Fire Dancing

By Nobleman Nash Hollowhill - November 1, 2010 

 

After a very brief explanation from a guest in the Neurosoup Chatroom, I decided to give Fire Dancing a try. The guest’s description was as follows: “Just dance to the sound of fire for a long time...then when you do enough of this moving meditation you can look into your future...you see into the future...by playing the game of trying to reflex fast enough to the sound of a bonfire...through creative dance mimicking the fire...don't use music for you just want the sound of the fire and no drums either.” I had been planning on having a campfire at my house the same day for no particular reason, so I decided to try it.

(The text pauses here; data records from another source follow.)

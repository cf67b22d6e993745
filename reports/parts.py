"""Flowables people recognise on a traveler's page: heads, tables, verdicts, signature boxes."""

from collections.abc import Sequence
from dataclasses import dataclass
from typing import Any, TypeAlias
from xml.sax.saxutils import escape

from reportlab.lib.enums import TA_CENTER, TA_RIGHT
from reportlab.lib.styles import ParagraphStyle
from reportlab.lib.units import mm
from reportlab.platypus import Flowable, KeepTogether, Paragraph, Spacer, Table, TableStyle

from reports.draw import SheetFlowable
from reports.page import CONTENT_WIDTH, font
from reports.palette import PAPER
from reports.sheet.elements import Box, Layer, sheet_of
from reports.sheet.medium import PAPER_MEDIUM
from reports.sheet.pictures import RangePicture, VerdictKind
from reports.sheet.ranges import fit_bar, fit_bar_height
from reports.sheet.verdict import verdict_shape
from reports.typeface import Weight

__all__ = [
    "Cell",
    "PlainStyle",
    "Signed",
    "bold",
    "cautions",
    "facts",
    "gap",
    "head",
    "note",
    "ranges",
    "shape",
    "signatures",
    "struck",
    "table",
    "text",
    "title",
    "verdict_line",
    "words",
]

_TEXT = ParagraphStyle(
    "text", fontName=font(), fontSize=8.5, leading=10.9, textColor=PAPER.ink, spaceAfter=1.2 * mm
)
_CELL = ParagraphStyle("cell", parent=_TEXT, fontSize=8, leading=9.6, spaceAfter=0)
_RIGHT = ParagraphStyle("right", parent=_CELL, alignment=TA_RIGHT)
_CENTRE = ParagraphStyle("centre", parent=_CELL, alignment=TA_CENTER)
_NOTE = ParagraphStyle(
    "note", fontName=font(condensed=True), fontSize=7, leading=8.8, textColor=PAPER.ink2
)
_NOTE_RIGHT = ParagraphStyle("note right", parent=_NOTE, alignment=TA_RIGHT)
_HEAD = ParagraphStyle(
    "head", fontName=font(Weight.SEMI_BOLD), fontSize=10, leading=12, textColor=PAPER.ink
)
_TITLE = ParagraphStyle(
    "title", fontName=font(Weight.SEMI_BOLD), fontSize=16, leading=19, textColor=PAPER.ink
)
_VERDICT = ParagraphStyle(
    "verdict", fontName=font(Weight.SEMI_BOLD), fontSize=11, leading=13.5, textColor=PAPER.ink
)
_BOLD = font(Weight.SEMI_BOLD)

# Marked words or a flowable; reportlab publishes no types.
Cell: TypeAlias = Any


class PlainStyle(TableStyle):  # type: ignore[misc]
    """A style of tables whose empty cells, too, are set in the one embedded family."""

    def __init__(self, commands: Sequence[tuple[object, ...]]) -> None:
        super().__init__([("FONT", (0, 0), (-1, -1), font(), 8), *commands])


def words(plain: str) -> str:
    """Make words safe for a paragraph; a true minus stands where a hyphen was typed as one."""
    return escape(plain)


def bold(plain: str) -> str:
    """Set words in the heavier weight."""
    return f'<font name="{_BOLD}">{escape(plain)}</font>'


def struck(plain: str) -> str:
    """Set a value that was replaced: readable, with a rule through it."""
    return f'<font color="{PAPER.ink2}"><strike>{escape(plain)}</strike></font>'


def gap(millimetres: float = 2.0) -> Spacer:
    """Leave some room."""
    return Spacer(1, millimetres * mm)


def text(marked: str) -> Paragraph:
    """Set a paragraph of marked words."""
    return Paragraph(marked, _TEXT)


def note(marked: str) -> Paragraph:
    """Set a caption."""
    return Paragraph(marked, _NOTE)


def title(plain: str, right: str = "") -> Flowable:
    """Set a page's own head."""
    return _two(Paragraph(escape(plain), _TITLE), Paragraph(escape(right), _NOTE_RIGHT), 0.64)


def head(plain: str, right: str = "") -> Flowable:
    """Set a section's head over a rule, with what it is measured in at the right."""
    row = _two(Paragraph(escape(plain), _HEAD), Paragraph(escape(right), _NOTE_RIGHT), 0.5)
    row.setStyle(
        TableStyle(
            [
                ("LINEBELOW", (0, 0), (-1, -1), 0.35 * mm, PAPER.ink),
                ("BOTTOMPADDING", (0, 0), (-1, -1), 1.2),
                ("TOPPADDING", (0, 0), (-1, -1), 2.6 * mm),
            ]
        )
    )
    row.keepWithNext = True
    row.spaceAfter = 1.4 * mm
    return row


def _two(left: Flowable, right: Flowable, share: float) -> Table:
    return Table(
        [[left, right]],
        colWidths=[CONTENT_WIDTH * share, CONTENT_WIDTH * (1.0 - share)],
        style=PlainStyle(
            [
                ("LEFTPADDING", (0, 0), (-1, -1), 0),
                ("RIGHTPADDING", (0, 0), (-1, -1), 0),
                ("VALIGN", (0, 0), (-1, -1), "BOTTOM"),
            ]
        ),
    )


def shape(kind: VerdictKind, millimetres: float = 2.4) -> SheetFlowable:
    """Set a verdict's shape beside a figure."""
    half = millimetres / 2.0
    items = verdict_shape(kind=kind, x=half, y=half, size=millimetres, medium=PAPER_MEDIUM)
    return SheetFlowable(
        sheet_of(
            width=millimetres,
            height=millimetres,
            medium=PAPER_MEDIUM,
            layers=[Layer(items=tuple(items))],
            title=kind.value,
        )
    )


def verdict_line(kind: VerdictKind, phrase: str, sentence: str) -> Flowable:
    """Set a verdict: shape, phrase and a sentence that names place, value and limit."""
    return Table(
        [
            [shape(kind, 6.0), Paragraph(escape(phrase), _VERDICT)],
            ["", Paragraph(escape(sentence), _TEXT)],
        ],
        colWidths=[9.0 * mm, CONTENT_WIDTH - 9.0 * mm],
        style=PlainStyle(
            [
                ("SPAN", (0, 0), (0, 1)),
                ("VALIGN", (0, 0), (0, 0), "TOP"),
                ("LEFTPADDING", (0, 0), (-1, -1), 0),
                ("RIGHTPADDING", (0, 0), (-1, -1), 0),
                ("TOPPADDING", (0, 0), (-1, -1), 0.5),
                ("BOTTOMPADDING", (0, 0), (-1, -1), 0.5),
            ]
        ),
    )


def table(
    header: Sequence[Cell],
    rows: Sequence[Sequence[Cell]],
    widths: Sequence[float],
    *,
    align: str = "",
    groups: Sequence[tuple[int, int, str]] = (),
    rules_after: Sequence[int] = (),
) -> Table:
    """Set a table; `align` has a letter for each column: l, r or c; widths are shares of the page.

    `groups` are words that stand over columns from one to another, counted from 0.
    """
    total = sum(widths)
    columns = [CONTENT_WIDTH * width / total for width in widths]
    styles = {"l": _CELL, "r": _RIGHT, "c": _CENTRE}
    letters = align or "l" * len(columns)
    body: list[list[Cell]] = []
    top = 0
    style: list[tuple[object, ...]] = [
        ("LEFTPADDING", (0, 0), (-1, -1), 0),
        ("RIGHTPADDING", (0, 0), (-1, -1), 1.6 * mm),
        ("TOPPADDING", (0, 0), (-1, -1), 1.1),
        ("BOTTOMPADDING", (0, 0), (-1, -1), 1.5),
        ("VALIGN", (0, 0), (-1, -1), "MIDDLE"),
    ]
    if groups:
        row: list[Cell] = [""] * len(columns)
        for start, end, name in groups:
            row[start] = Paragraph(bold(name), _CELL)
            style.append(("SPAN", (start, 0), (end, 0)))
        body.append(row)
        top = 1
    if header:
        body.append([_head_cell(one, letters[index]) for index, one in enumerate(header)])
        style.append(("LINEBELOW", (0, top), (-1, top), 0.25 * mm, PAPER.ink))
        top += 1
    for cells in rows:
        body.append(
            [
                Paragraph(cell, styles[letters[index]]) if isinstance(cell, str) else cell
                for index, cell in enumerate(cells)
            ]
        )
    for index in range(len(rows)):
        width = 0.25 if index in rules_after else 0.08
        colour = PAPER.ink2 if index in rules_after else PAPER.hair
        line = top + index
        style.append(("LINEBELOW", (0, line), (-1, line), width * mm, colour))
    made = Table(body, colWidths=columns, repeatRows=top, style=PlainStyle(style))
    made.hAlign = "LEFT"
    return made


def _head_cell(cell: Cell, letter: str) -> Cell:
    if not isinstance(cell, str):
        return cell
    return Paragraph(escape(cell), _NOTE_RIGHT if letter == "r" else _NOTE)


def facts(pairs: Sequence[tuple[str, str]], *, share: float = 0.16) -> Table:
    """Set names and what they are, a line each; the right side is marked words."""
    rows = [[Paragraph(escape(name), _NOTE), Paragraph(value, _CELL)] for name, value in pairs]
    return Table(
        rows or [["", ""]],
        colWidths=[CONTENT_WIDTH * share, CONTENT_WIDTH * (1.0 - share)],
        style=PlainStyle(
            [
                ("LEFTPADDING", (0, 0), (-1, -1), 0),
                ("RIGHTPADDING", (0, 0), (-1, -1), 0),
                ("TOPPADDING", (0, 0), (-1, -1), 0.8),
                ("BOTTOMPADDING", (0, 0), (-1, -1), 0.8),
                ("VALIGN", (0, 0), (-1, -1), "TOP"),
            ]
        ),
    )


def ranges(picture: RangePicture) -> Flowable:
    """Set measured ranges against their limits."""
    height = fit_bar_height(picture=picture, medium=PAPER_MEDIUM)
    place = Box(0.0, 0.0, CONTENT_WIDTH / mm, height)
    layer = fit_bar(picture=picture, place=place, medium=PAPER_MEDIUM)
    return SheetFlowable(
        sheet_of(
            width=CONTENT_WIDTH / mm,
            height=height,
            medium=PAPER_MEDIUM,
            layers=[layer],
            title="values against limits",
        )
    )


@dataclass(frozen=True)
class Signed:
    """A signature box: what it means, and who has signed where somebody has."""

    meaning: str
    name: str = ""
    more: str = ""
    at: str = ""
    covers: str = ""


def signatures(boxes: Sequence[Signed]) -> Flowable:
    """Set boxes side by side; an empty one is there to be signed by hand."""
    cells = []
    for box in boxes:
        cells.append(
            [
                Paragraph(escape(box.meaning), _NOTE),
                Spacer(1, 4.5 * mm),
                Paragraph(bold(box.name) if box.name else "&nbsp;", _CELL),
                Paragraph(escape(", ".join(one for one in (box.more, box.at) if one)) or
                          "name, date and time", _NOTE),
                Paragraph(escape(box.covers) or "&nbsp;", _NOTE),
            ]
        )  # fmt: skip
    width = CONTENT_WIDTH / max(len(boxes), 1)
    made = Table(
        [cells],
        colWidths=[width] * len(boxes),
        style=PlainStyle(
            [
                ("BOX", (0, 0), (-1, -1), 0.35 * mm, PAPER.ink),
                ("INNERGRID", (0, 0), (-1, -1), 0.25 * mm, PAPER.ink),
                ("VALIGN", (0, 0), (-1, -1), "TOP"),
                ("LEFTPADDING", (0, 0), (-1, -1), 2 * mm),
            ]
        ),
    )
    return KeepTogether([gap(2.5), made])


def cautions(sentences: Sequence[str]) -> Flowable:
    """Set cautions beside the one triangle of the document."""
    rows = [[_Triangle(), [Paragraph(escape(one), _TEXT) for one in sentences]]]
    return Table(
        rows,
        colWidths=[9.0 * mm, CONTENT_WIDTH - 9.0 * mm],
        style=PlainStyle(
            [("VALIGN", (0, 0), (-1, -1), "TOP"), ("LEFTPADDING", (0, 0), (-1, -1), 0)]
        ),
    )


class _Triangle(Flowable):  # type: ignore[misc]
    """The general warning sign, in ink: a triangle about a stroke and a point."""

    def wrap(self, available_width: float, available_height: float) -> tuple[float, float]:
        del available_width, available_height
        return 6.0 * mm, 6.0 * mm

    def draw(self) -> None:
        canvas = self.canv
        canvas.setStrokeColor(PAPER.ink)
        canvas.setFillColor(PAPER.ink)
        canvas.setLineWidth(0.45 * mm)
        path = canvas.beginPath()
        path.moveTo(0.4 * mm, 0.6 * mm)
        path.lineTo(5.6 * mm, 0.6 * mm)
        path.lineTo(3.0 * mm, 5.3 * mm)
        path.close()
        canvas.drawPath(path, stroke=1, fill=0)
        canvas.rect(2.75 * mm, 2.0 * mm, 0.5 * mm, 1.7 * mm, stroke=0, fill=1)
        canvas.circle(3.0 * mm, 1.35 * mm, 0.32 * mm, stroke=0, fill=1)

This was not my most serious and dedicated attempt, it was only my first. I had 3 beers in the past few hours and smoked a tiny bit of hash right before my friend left the fire and I was alone. There was an air conditioner on the side of my house that would turn on and off every few minutes, which at the very end of my dancing became the major distraction that caused me to stop. I did not expect much from this experiment, but I received everything I could hope for and more. Within ten minutes of trying to imitate the fire’s sounds with my movement, I became locked into a trance and I felt as one with the fire, at peace with all of nature, and fully immersed in the ever-shrinking moment called Now. There were some pops and crackles of the fire that I felt in my center before I heard them reach my ears, and this changed the patterns of movement I decided to choose. I improvised everything on the spot, and eventually every muscle in my body was both relaxed and ready to do anything. I imagined that I must have looked like a possessed zombie trying to do Shakespeare. I started to feel the vibration of the fire moment to moment; right now it's got a steady quiet roar with some soft but rapid crackles, so I keep my spine steady and my arms and legs are fidgeting like wild. Then a few loud pops and the pattern changes; I release some tension that has built up in my back and send these small waves of energy out to my finger and toe tips. I’ve never felt so much like a tree blowing in the wind. It was the same sensation I get for split seconds when I’m doing Tai Chi, the feeling of a huge amount of universal energy flowing uninhibited through my body. In the simplest terms possible, my body was in every sense nothing more than a physical extension of the fire.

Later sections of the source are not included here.